Wednesday, November 10, 2010

From The Pages Of "Workers Vanguard"- The Lessons Of The Police State Crackdown on the Toronto G20 Protesters- An Injury To One Is An Injury To All- Defend The Black Bloc

Workers Vanguard No. 968
5 November 2010

Toronto: Fake Left Joins Witchhunt of Black Bloc

Police State Crackdown on G20 Protesters

The following article originally appeared in Spartacist Canada No. 166 (Fall 2010), newspaper of the Trotskyist League/Ligue Trotskyste, Canadian section of the International Communist League.

During the June 25-27 protests against the G20 summit in Toronto, some 1,100 people were arrested—the largest mass arrests in Canadian history. Inside the heavily fortified summit, [Canadian prime minister Stephen] Harper, Obama and other imperialist rulers plotted how best to police the imperialist order and shore up their crumbling economies on the backs of working people. Meanwhile, out on the streets, the cops ran amok, cracking heads and terrorizing protesters. For months, the Harper government, the cops and the media set the stage for this with predictions of anarchist “violence.” Nearly 20,000 cops occupied the city core in an unprecedented mobilization of state repression that cost more than $1 billion.

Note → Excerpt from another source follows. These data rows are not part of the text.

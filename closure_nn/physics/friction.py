r"""Single-phase Fanning friction factors (f = tau_w / (rho u^2 / 2); Darcy factor = 4 f).

All functions take Reynolds number Re [-] and relative roughness eD = roughness / D_h [-] as
tensors and are smooth or continuous in Re, so a holdup root finder sees a continuous equation.
"""
from __future__ import annotations

import math

import torch

#: Taitel & Dukler (1976) Blasius-type constants: f = C Re^-n
TD_TURBULENT_C, TD_TURBULENT_N = 0.046, 0.2
TD_LAMINAR_C, TD_LAMINAR_N = 16.0, 1.0
_RE_FLOOR = 1e-8
_LN7, _LN8, _LN37530 = math.log(7.0), math.log(8.0), math.log(37530.0)  # Churchill's constants, as logs


def fanning_laminar(Re: torch.Tensor) -> torch.Tensor:
    r"""Hagen-Poiseuille laminar friction, :math:`f = 16/Re` (e.g. White, *Fluid Mechanics*, eq. 6.12 in Darcy form 64/Re)."""
    return 16.0 / Re.clamp_min(_RE_FLOOR)


def fanning_blasius_td(Re: torch.Tensor) -> torch.Tensor:
    r"""Taitel & Dukler (1976) wall friction: :math:`f = \max(16\,Re^{-1},\ 0.046\,Re^{-0.2})`.

    Source: Taitel & Dukler (1976), AIChE J. 22(1):47-55, eqs. (5)-(6) with C = 0.046,
    n = 0.2 for turbulent and C = 16, n = 1 for laminar flow. Taking the larger branch switches
    to laminar below Re ~ 1490 where the two curves cross, which keeps f continuous (our choice;
    the paper switches on flow regime). Validity: smooth pipes, turbulent branch Re ~ 3e3-1e5.

    >>> round(float(fanning_blasius_td(torch.tensor(1e5, dtype=torch.float64))), 6)
    0.0046
    """
    Re = Re.clamp_min(_RE_FLOOR)
    return torch.maximum(TD_LAMINAR_C / Re, TD_TURBULENT_C * Re.pow(-TD_TURBULENT_N))


def fanning_churchill(Re: torch.Tensor, eD: torch.Tensor | float = 0.0) -> torch.Tensor:
    r"""Churchill (1977) all-regime friction factor, returned as Fanning f.

    .. math::
        f_D = 8\left[\left(\frac{8}{Re}\right)^{12} + (A + B)^{-3/2}\right]^{1/12},\quad
        A = \left[2.457\ln\frac{1}{(7/Re)^{0.9} + 0.27\,\epsilon/D}\right]^{16},\quad
        B = \left(\frac{37530}{Re}\right)^{16},\quad f = f_D/4

    Source: Churchill, S.W. (1977), Chem. Eng. 84(24):91-92. Smooth in Re across the laminar,
    transitional and fully rough regimes; Re > 0, eD = 0-0.05. Evaluated in log space so that
    the 16th powers neither overflow nor underflow in float64.

    >>> round(float(4 * fanning_churchill(torch.tensor(1e5, dtype=torch.float64), 1e-4)), 5)
    0.01846
    """
    ln_re = torch.log(Re.clamp_min(_RE_FLOOR))  # ln(c/Re) = ln c - ln Re: one log for the three powers of Re
    eD = torch.as_tensor(eD, dtype=ln_re.dtype)
    inner = torch.exp(0.9 * (_LN7 - ln_re)) + 0.27 * eD  # (7/Re)^0.9 + 0.27 eD
    # below Re ~ 10 the log turns negative: A -> 0 there, where (8/Re)^12 dominates anyway
    logA = 16 * torch.log((-2.457 * torch.log(inner)).clamp_min(1e-300))
    logB = 16 * (_LN37530 - ln_re)
    log_ab = torch.logaddexp(logA, logB)
    # (8/Re)^12 + (A+B)^-1.5 in log space
    log_sum = torch.logaddexp(12 * (_LN8 - ln_re), -1.5 * log_ab)
    return 2.0 * torch.exp(log_sum / 12)  # 8 * [...]^(1/12) / 4
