r"""Flow-pattern classification of a batch of gas-liquid pipe-flow states.

Two published mechanistic maps, evaluated in dimensional form so that they use whatever
closure produced the stratified equilibrium:

* **Taitel & Dukler (1976)**, AIChE J. 22(1):47-55, doi:10.1002/aic.690220105 (TD76), for
  horizontal, downward and mildly upward flow (theta < ``theta_steep``). Every criterion is
  evaluated at the stratified equilibrium *of the closure* (``strat.state``: u_L, u_G, A_G,
  S_i = dA_L/dh, h/D; ``strat.friction.f_wl``). With the TD76 Blasius closure and a smooth
  interface this is the published map; a learned closure moves its boundaries through the
  equilibrium it predicts. TD76 wrote the criteria with dimensionless groups (F, K, T against
  X); the dimensional forms below are the same inequalities before non-dimensionalisation, with
  g cos(theta) in every gravity term as TD76 do for near-horizontal pipes.
* **Taitel, Barnea & Dukler (1980)**, AIChE J. 26(3):345-354, doi:10.1002/aic.690260304
  (TBD80), for steep upward flow (theta >= ``theta_steep``), with the sin(theta) factor of the
  bubble rise velocity in the bubble-to-slug line as generalised by Barnea (1987),
  Int. J. Multiphase Flow 13(1):1-12 (from memory). Churn flow counts as ``intermittent``.

Decision tree (codes from :data:`closure_nn.physics.vocabulary.CODE`):

1. vsg <= 0 -> ``single_phase_liquid`` (also when both rates are zero); vsl <= 0 < vsg ->
   ``single_phase_gas``.
2. theta >= theta_steep (default 20 deg, our choice), or no stratified equilibrium was found
   (``strat.found`` False): TBD80 criteria only, which need no equilibrium --
   annular if :func:`tbd_annular_vsg` is reached; else dispersed bubble if u_M reaches
   :func:`tbd_dispersed_vm` and the no-slip void vsg/u_M < 0.52; else bubble if the pipe is
   wide enough (:func:`tbd_bubble_min_diameter`), theta >= ``theta_bubble`` and the void
   fraction is below 0.25 (:func:`tbd_bubble_slug_vsl`); else intermittent.
   Choosing an angle threshold is ours: Barnea (1987) found stratified flow only at small
   upward inclinations (from memory), and the TD76 criteria lose their meaning as
   cos(theta) -> 0. Bubble flow needs steep pipes because bubbles otherwise migrate to the top
   wall and coalesce (TBD80/Barnea 1987, qualitative, from memory); we require
   theta >= 60 deg (our choice) instead of Barnea's migration criterion.
3. Otherwise TD76: stratified if Kelvin-Helmholtz stable (:func:`kh_gas_velocity`), then
   wavy or smooth by Jeffreys' sheltering (:func:`wavy_gas_velocity`); if unstable,
   h/D >= 0.5 -> intermittent unless dispersed bubble (:func:`td_dispersed_liquid_velocity`),
   h/D < 0.5 -> annular. Downward flow uses the same TD76 criteria with the inclination in the
   equilibrium and cos(theta) in the gravity terms; TD76 intended them for small angles only.

Validity: TD76 near-horizontal pipes, Newtonian fluids, the mechanistic assumptions of the
paper (long-wave inviscid Kelvin-Helmholtz, sheltering coefficient s = 0.01); TBD80 vertical
upward air-water-like systems, D ~ 2.5-5 cm in their data (from memory).
"""
from __future__ import annotations

import math

import torch

from .conditions import Conditions
from .geometry import STRATIFIED
from .holdup_roots import SeparatedSolution
from .local_state import LocalState
from .vocabulary import (
    ANNULAR, BUBBLE, CODE, DISPERSED_BUBBLE, INTERMITTENT, SINGLE_PHASE_GAS, SINGLE_PHASE_LIQUID,
    STRATIFIED_SMOOTH, STRATIFIED_WAVY,
)

#: inclination [rad] from which upward flow is classified by TBD80 (our choice, see module doc)
THETA_STEEP = math.radians(20.0)
#: smallest inclination [rad] at which the bubble pattern is allowed (our choice)
THETA_BUBBLE = math.radians(60.0)
#: Jeffreys sheltering coefficient used by TD76 for the smooth/wavy transition [-]
S_WAVE_TD76 = 0.01
_TINY = 1e-300


def kh_gas_velocity(cond: Conditions, s: LocalState) -> torch.Tensor:
    r"""Gas velocity at which a stratified layer becomes Kelvin-Helmholtz unstable [m/s].

    .. math::
        u_{G,KH} = \left(1 - \frac{h}{D}\right)
        \sqrt{\frac{(\rho_L - \rho_G)\, g\cos\theta\, A_G}{\rho_G\, dA_L/dh}}

    Stratified flow is stable while u_G < u_G,KH (u_G the in-situ gas velocity of the
    equilibrium). Source: Taitel & Dukler (1976), the finite-wave Kelvin-Helmholtz criterion
    with the empirical factor C_2 = 1 - h/D; equivalent to their F^2 [u_G~^2 dA_L~/dh~ /
    (C_2^2 A_G~)] >= 1. cos(theta) is clamped at zero. Validity: near-horizontal stratified
    flow. Shapes: ``(*batch)``.

    >>> from closure_nn.physics.conditions import make_conditions
    >>> from closure_nn.physics.local_state import local_state
    >>> c = make_conditions(vsl=0.01, vsg=1.0, D=0.05)
    >>> u = kh_gas_velocity(c, local_state(c, torch.tensor(0.5, dtype=torch.float64), 'stratified'))
    >>> round(float(u), 3)  # 0.5 * sqrt(996.8 g (A/2) / (1.2 D))
    6.324
    """
    cos = torch.cos(cond.theta).clamp_min(0.0)
    drho = (cond.rhol - cond.rhog).clamp_min(0.0)
    ratio = drho * cond.g * cos * s.geom.A_G / (cond.rhog * s.geom.dAL_dh.clamp_min(_TINY))
    return (1 - s.geom.frac) * torch.sqrt(ratio)


def wavy_gas_velocity(cond: Conditions, s: LocalState, s_wave: float = S_WAVE_TD76) -> torch.Tensor:
    r"""Gas velocity above which wind generates waves on a stratified layer [m/s].

    .. math::
        u_{G,w} = \sqrt{\frac{4\,\mu_L (\rho_L - \rho_G)\, g\cos\theta}{s\,\rho_L\,\rho_G\,u_L}}

    Wavy when u_G >= u_G,w. Source: Taitel & Dukler (1976), Jeffreys' sheltering mechanism
    with sheltering coefficient s = 0.01 (their value); dimensionless form K >= 2 /
    (sqrt(u_L~) u_G~ sqrt(s)). u_L, u_G are the in-situ velocities of the equilibrium.
    Validity: stratified flow, low-viscosity liquids (TD76). Shapes ``(*batch)``.

    >>> from closure_nn.physics.conditions import make_conditions
    >>> from closure_nn.physics.local_state import local_state
    >>> c = make_conditions(vsl=0.05, vsg=1.0, D=0.05)
    >>> s = local_state(c, torch.tensor(0.5, dtype=torch.float64), 'stratified')  # u_L = 0.1 m/s
    >>> round(float(wavy_gas_velocity(c, s)), 3)  # sqrt(4e-3 * 996.8 g / (0.01 * 998 * 1.2 * 0.1))
    5.714
    """
    cos = torch.cos(cond.theta).clamp_min(0.0)
    drho = (cond.rhol - cond.rhog).clamp_min(0.0)
    num = 4 * cond.mul * drho * cond.g * cos
    den = s_wave * cond.rhol * cond.rhog * s.u_L.abs().clamp_min(_TINY)
    return torch.sqrt(num / den)


def td_dispersed_liquid_velocity(cond: Conditions, s: LocalState, f_wl: torch.Tensor) -> torch.Tensor:
    r"""Liquid velocity above which turbulence disperses the gas into bubbles [m/s] (TD76).

    .. math::
        u_{L,DB} = \sqrt{\frac{4\,A_G\, g\cos\theta\,(1 - \rho_G/\rho_L)}{S_i\, f_{WL}}}

    Dispersed bubble when u_L >= u_L,DB. Derivation (Taitel & Dukler 1976): turbulent
    fluctuations :math:`\tfrac12\rho_L v'^2 S_i` with :math:`v' = u_L\sqrt{f_{WL}/2}` overcome
    buoyancy :math:`(\rho_L - \rho_G) g\cos\theta A_G` per unit length; their dimensionless
    form is T^2 >= 8 A_G~ / (S_i~ u_L~^2 (u_L~ D_L~)^-n). f_WL is the closure's Fanning liquid
    wall factor at the equilibrium, so a learned closure moves this boundary. Validity: applied
    only where h/D >= 0.5 (TD76). Shapes ``(*batch)``.

    >>> from closure_nn.physics.conditions import make_conditions
    >>> from closure_nn.physics.local_state import local_state
    >>> c = make_conditions(vsl=1.0, vsg=1.0, D=0.05)
    >>> s = local_state(c, torch.tensor(0.5, dtype=torch.float64), 'stratified')
    >>> round(float(td_dispersed_liquid_velocity(c, s, torch.tensor(0.005, dtype=torch.float64))), 3)
    12.404
    """
    cos = torch.cos(cond.theta).clamp_min(0.0)
    buoy = (1 - cond.rhog / cond.rhol).clamp_min(0.0)
    num = 4 * s.geom.A_G * cond.g * cos * buoy
    return torch.sqrt(num / (s.geom.S_i * f_wl).clamp_min(_TINY))


def tbd_bubble_min_diameter(cond: Conditions) -> torch.Tensor:
    r"""Smallest pipe diameter in which bubble flow exists in vertical upflow [m] (TBD80).

    .. math:: D_{min} = 19\sqrt{\frac{(\rho_L - \rho_G)\,\sigma}{\rho_L^2\, g}}

    Below it the Taylor bubble rises slower than small bubbles, which catch up and coalesce.
    Source: Taitel, Barnea & Dukler (1980). About 5.2 cm for air-water (doctest).

    >>> from closure_nn.physics.conditions import make_conditions
    >>> round(float(tbd_bubble_min_diameter(make_conditions(vsl=1.0, vsg=0.1, D=0.1))), 4)
    0.0515
    """
    drho = (cond.rhol - cond.rhog).clamp_min(0.0)
    return 19 * torch.sqrt(drho * cond.sigma / (cond.rhol**2 * cond.g))


def tbd_bubble_slug_vsl(cond: Conditions) -> torch.Tensor:
    r"""Superficial liquid velocity above which the flow stays bubbly, void < 0.25 [m/s].

    .. math::
        v_{SL,BS} = 3\,v_{SG} - 1.15\left[\frac{g(\rho_L - \rho_G)\sigma}{\rho_L^2}\right]^{1/4}\sin\theta

    Bubble when vsl >= v_SL,BS. From u_G = u_L + u_0 with the Harmathy (1960) rise velocity
    u_0 = 1.53 [g Drho sigma / rho_L^2]^(1/4) and transition at void 0.25 (0.75 x 1.53 = 1.15).
    Source: Taitel, Barnea & Dukler (1980); the sin(theta) factor as in Barnea (1987)
    (from memory). Validity: upward flow, D above :func:`tbd_bubble_min_diameter`.

    >>> from closure_nn.physics.conditions import make_conditions
    >>> c = make_conditions(vsl=1.0, vsg=0.1, D=0.1, theta=torch.pi / 2)
    >>> round(float(tbd_bubble_slug_vsl(c)), 4)  # 0.3 - 1.15 (g 0.072 / 998)^0.25
    0.1125
    """
    drho = (cond.rhol - cond.rhog).clamp_min(0.0)
    u = (cond.g * drho * cond.sigma / cond.rhol**2) ** 0.25
    return 3.0 * cond.vsg - 1.15 * u * torch.sin(cond.theta)


def tbd_dispersed_vm(cond: Conditions) -> torch.Tensor:
    r"""Mixture velocity above which turbulence keeps the gas finely dispersed [m/s] (TBD80).

    .. math::
        v_{SL} + v_{SG} = 4.0\,\frac{D^{0.429}\,(\sigma/\rho_L)^{0.089}}{\nu_L^{0.072}}
        \left(\frac{g(\rho_L - \rho_G)}{\rho_L}\right)^{0.446}

    The exponents are dimensionally consistent (m/s) only with the gravity group in the
    numerator. Dispersed bubble also needs a void fraction below 0.52 (closest packing of the
    bubbles), checked in :func:`classify`. Source: Taitel, Barnea & Dukler (1980), from a
    Hinze (1955) maximum stable bubble size in turbulence; about 3.5 m/s for air-water in a
    5 cm pipe (doctest). Validity: vertical upflow, low-viscosity liquids.

    >>> from closure_nn.physics.conditions import make_conditions
    >>> round(float(tbd_dispersed_vm(make_conditions(vsl=1.0, vsg=0.1, D=0.05))), 2)
    3.54
    """
    drho = (cond.rhol - cond.rhog).clamp_min(0.0)
    nu = cond.mul / cond.rhol
    return (4.0 * cond.D**0.429 * (cond.sigma / cond.rhol) ** 0.089 / nu**0.072
            * (cond.g * drho / cond.rhol) ** 0.446)


def tbd_annular_vsg(cond: Conditions) -> torch.Tensor:
    r"""Superficial gas velocity above which the gas lifts the largest droplets: annular [m/s].

    .. math:: v_{SG,A} = 3.1\,\frac{\left[\sigma g (\rho_L - \rho_G)\right]^{1/4}}{\sqrt{\rho_G}}

    Annular when vsg >= v_SG,A. Source: Taitel, Barnea & Dukler (1980) (Kutateladze number
    3.1); about 15 m/s for air-water at 1 atm (doctest). Validity: vertical upflow; applied
    unchanged in steep inclined upflow (our choice).

    >>> from closure_nn.physics.conditions import make_conditions
    >>> round(float(tbd_annular_vsg(make_conditions(vsl=0.1, vsg=10.0, D=0.05))), 2)
    14.58
    """
    drho = (cond.rhol - cond.rhog).clamp_min(0.0)
    return 3.1 * (cond.sigma * cond.g * drho) ** 0.25 / torch.sqrt(cond.rhog)


def _tbd_codes(cond: Conditions, theta_bubble: float) -> torch.Tensor:
    """TBD80 upward-flow pattern codes (no equilibrium needed); see module docstring."""
    vm = cond.vm
    void_ns = cond.vsg / vm.clamp_min(_TINY)  # no-slip void fraction
    annular = cond.vsg >= tbd_annular_vsg(cond)
    dispersed = (vm >= tbd_dispersed_vm(cond)) & (void_ns < 0.52)
    bubble = ((cond.D > tbd_bubble_min_diameter(cond)) & (cond.theta >= theta_bubble)
              & (cond.vsl >= tbd_bubble_slug_vsl(cond)))
    code = torch.full(cond.shape, CODE[INTERMITTENT], dtype=torch.int64)
    code = torch.where(bubble, CODE[BUBBLE], code)
    code = torch.where(dispersed, CODE[DISPERSED_BUBBLE], code)
    return torch.where(annular, CODE[ANNULAR], code)


def _td_codes(cond: Conditions, strat: SeparatedSolution, s_wave: float) -> torch.Tensor:
    """TD76 codes at the closure's stratified equilibrium; see module docstring."""
    s = strat.state
    stable = s.u_G < kh_gas_velocity(cond, s)
    wavy = s.u_G >= wavy_gas_velocity(cond, s, s_wave)
    dispersed = s.u_L >= td_dispersed_liquid_velocity(cond, s, strat.friction.f_wl)
    thick = s.geom.frac >= 0.5
    non_strat = torch.where(thick, torch.where(dispersed, CODE[DISPERSED_BUBBLE], CODE[INTERMITTENT]),
                            torch.full_like(cond.vsl, CODE[ANNULAR], dtype=torch.int64))
    strat_code = torch.where(wavy, CODE[STRATIFIED_WAVY], CODE[STRATIFIED_SMOOTH])
    return torch.where(stable, strat_code, non_strat)


def classify(
    cond: Conditions, strat: SeparatedSolution, s_wave: float = S_WAVE_TD76,
    theta_steep: float = THETA_STEEP, theta_bubble: float = THETA_BUBBLE,
) -> torch.Tensor:
    """Flow-pattern code (int64, shape ``(B,)``) of every state; codes of ``vocabulary.CODE``.

    Parameters
    ----------
    cond : Conditions, batch ``(B,)``
    strat : SeparatedSolution
        The stratified (``kind='stratified'``) equilibrium of the closure for ``cond``, from
        :func:`closure_nn.physics.holdup_roots.solve_separated`. Where ``strat.found`` is False
        only the equilibrium-free TBD80 criteria are used (module docstring, step 2).
    s_wave : float
        Jeffreys sheltering coefficient [-] of the smooth/wavy transition (TD76: 0.01).
    theta_steep, theta_bubble : float
        Inclinations [rad] from which upward flow follows TBD80, and from which bubble flow is
        allowed (defaults 20 and 60 deg, our choices).

    The decision tree, equations and sources are in the module docstring. No gradients flow
    through the (discrete) result.

    >>> from closure_nn.physics.conditions import make_conditions
    >>> from closure_nn.physics.holdup_roots import solve_separated
    >>> from closure_nn.closures.baseline import BaselineClosure
    >>> from closure_nn.physics.vocabulary import PATTERNS
    >>> c = make_conditions(vsl=[0.01, 0.3, 0.1, 4.0], vsg=[0.5, 1.0, 30.0, 0.1], D=0.05)
    >>> sol = solve_separated(c, BaselineClosure('taitel_dukler', 'smooth'))
    >>> [PATTERNS[int(k)] for k in classify(c, sol)]
    ['stratified_smooth', 'intermittent', 'annular', 'dispersed_bubble']
    """
    if strat.state.kind != STRATIFIED:
        raise ValueError(
            f"classify needs the stratified equilibrium (solve_separated(..., kind='stratified')), "
            f"got a {strat.state.kind!r} solution")
    if tuple(strat.frac.shape) != tuple(cond.shape):
        raise ValueError(f"conditions have batch shape {tuple(cond.shape)} but the separated "
                         f"solution has {tuple(strat.frac.shape)}")
    with torch.no_grad():
        code = torch.where(strat.found, _td_codes(cond, strat, s_wave), CODE[INTERMITTENT])
        use_tbd = (cond.theta >= theta_steep) | ~strat.found
        code = torch.where(use_tbd, _tbd_codes(cond, theta_bubble), code)
        code = torch.where((cond.vsl <= 0) & (cond.vsg > 0), CODE[SINGLE_PHASE_GAS], code)
        code = torch.where(cond.vsg <= 0, CODE[SINGLE_PHASE_LIQUID], code)
    return code.to(torch.int64)
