def frac_grid(kind: str, n_grid: int, dtype=torch.float64) -> torch.Tensor:
    """The bracketing grid in (0, frac_max): 4 log-spaced points near the wall + cosine spacing."""
    fmax = FRAC_MAX[kind]
    t = torch.linspace(0, 1, n_grid - 4, dtype=dtype)
    lo, hi = 1e-3 * fmax, fmax * (1 - 1e-7)
    body = lo + (hi - lo) * (1 - torch.cos(torch.pi * t)) / 2
    wall = fmax * torch.tensor([1e-7, 1e-6, 1e-5, 1e-4], dtype=dtype)
    return torch.cat([wall, body])


def residual_fn(cond: Conditions, closure: Callable, kind: str, entrainment) -> Callable[[torch.Tensor], torch.Tensor]:
    """F(frac) for fixed conditions: the combined momentum residual [Pa/m]."""

    def F(frac: torch.Tensor) -> torch.Tensor:
        s = local_state(cond, frac, kind, entrainment)
        return combined_residual(s, shear_stresses(s, closure(s)))

    return F


def _subset_fn(cond: Conditions, E: torch.Tensor, closure: Callable, kind: str) -> Callable:
    """F(idx, frac): the residual of states ``idx`` (LongTensor) of a flat batch ``(n,)`` at ``frac``.

    The conditions of the last ``idx`` are kept: an iteration whose active set did not change
    (the same tensor object) gathers nothing."""
    last: dict = {}

    def F(idx: torch.Tensor, frac: torch.Tensor) -> torch.Tensor:
        if last.get("idx") is not idx:
            last.update(idx=idx, F=residual_fn(cond[idx], closure, kind, E.index_select(0, idx)))
        return last["F"](frac)

    return F


def _chandrupatla(F: Callable, a: torch.Tensor, b: torch.Tensor, fa: torch.Tensor, fb: torch.Tensor,
                  xtol: float, max_iter: int) -> torch.Tensor:
    """Vectorised Chandrupatla (1997) bracketing root finder on [a, b] with fa * fb < 0.

    ``F(idx, x)`` evaluates the residual of brackets ``idx`` at ``x``. Inverse quadratic
    interpolation where it is safe, bisection otherwise; the bracket always holds the root.
    Source: Chandrupatla, T.R. (1997), Adv. Eng. Software 28(3):145-149. A bracket leaves the
    iteration once it is narrower than ``xtol`` times the root (plus rounding); the others are
    kept compact, so each iteration evaluates and updates only brackets still open.
    """
    eps = torch.finfo(a.dtype).eps
    out = torch.empty_like(a)
    # Chandrupatla's naming: a = newest point, b = its bracket partner, c = previous point
    b, fb, a, fa = a, fa, b, fb
    c, fc = b, fb
    t = torch.full_like(a, 0.5)
    xm = torch.where(fa.abs() < fb.abs(), a, b)
    act = torch.arange(a.numel())  # positions of the open brackets
    for _ in range(max_iter):
        xt = a + t * (b - a)
        ft = F(act, xt)
        same = torch.signbit(ft) == torch.signbit(fa)
        c, fc = torch.where(same, a, b), torch.where(same, fa, fb)
        b, fb = torch.where(same, b, a), torch.where(same, fb, fa)
        a, fa = xt, ft
        a_best = fa.abs() < fb.abs()
        xm = torch.where(a_best, a, b)
        fm = torch.where(a_best, fa, fb)
        tol = (2 * eps + xtol) * xm.abs()  # relative: a thin film's root as precise as a thick one's
        tlim = tol / (b - a).abs().clamp_min(1e-300)
        done = (tlim > 0.5) | (fm == 0)
        xi = (a - b) / (c - b)
        phi = (fa - fb) / (fc - fb)
        iqi = (phi**2 < xi) & ((1 - phi) ** 2 < 1 - xi)
        t_iqi = fa / (fb - fa) * fc / (fb - fc) + (c - a) / (b - a) * fa / (fc - fa) * fb / (fc - fb)
        t = torch.where(iqi & torch.isfinite(t_iqi), t_iqi, torch.full_like(t, 0.5))
        t = torch.minimum(1 - tlim, torch.maximum(tlim, t)).clamp(0.0, 1.0)
        if bool(done.any()):
            # positions gathered with index_select: a boolean mask per tensor (its own nonzero each)
            # costs ~15x more per value (benchmarks/bench_op_costs.py)
            fin, keep = done.nonzero().squeeze(1), (~done).nonzero().squeeze(1)
            out.index_put_((act.index_select(0, fin),), xm.index_select(0, fin))
            act, a, fa, b, fb, c, fc, t, xm = (v.index_select(0, keep) for v in (act, a, fa, b, fb, c, fc, t, xm))
            if act.numel() == 0:
                break
    out[act] = xm  # brackets still open after max_iter: their best point
    return out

Backed by their political masters from Ottawa to Toronto’s city hall, the cops used minor property damage and a few burned-out police cars as the signal for a massive crackdown. Across the city, from Parkdale to the East End, left-wing activists were rounded up and those who protested the police violence and mayhem were themselves arrested. Riot police charged and arrested protesters in the so-called “free speech zone” in Queen’s Park [site of Ontario Legislature]. Hundreds of protesters and passersby were “kettled” in a downtown intersection, penned in by cops for hours in the driving rain.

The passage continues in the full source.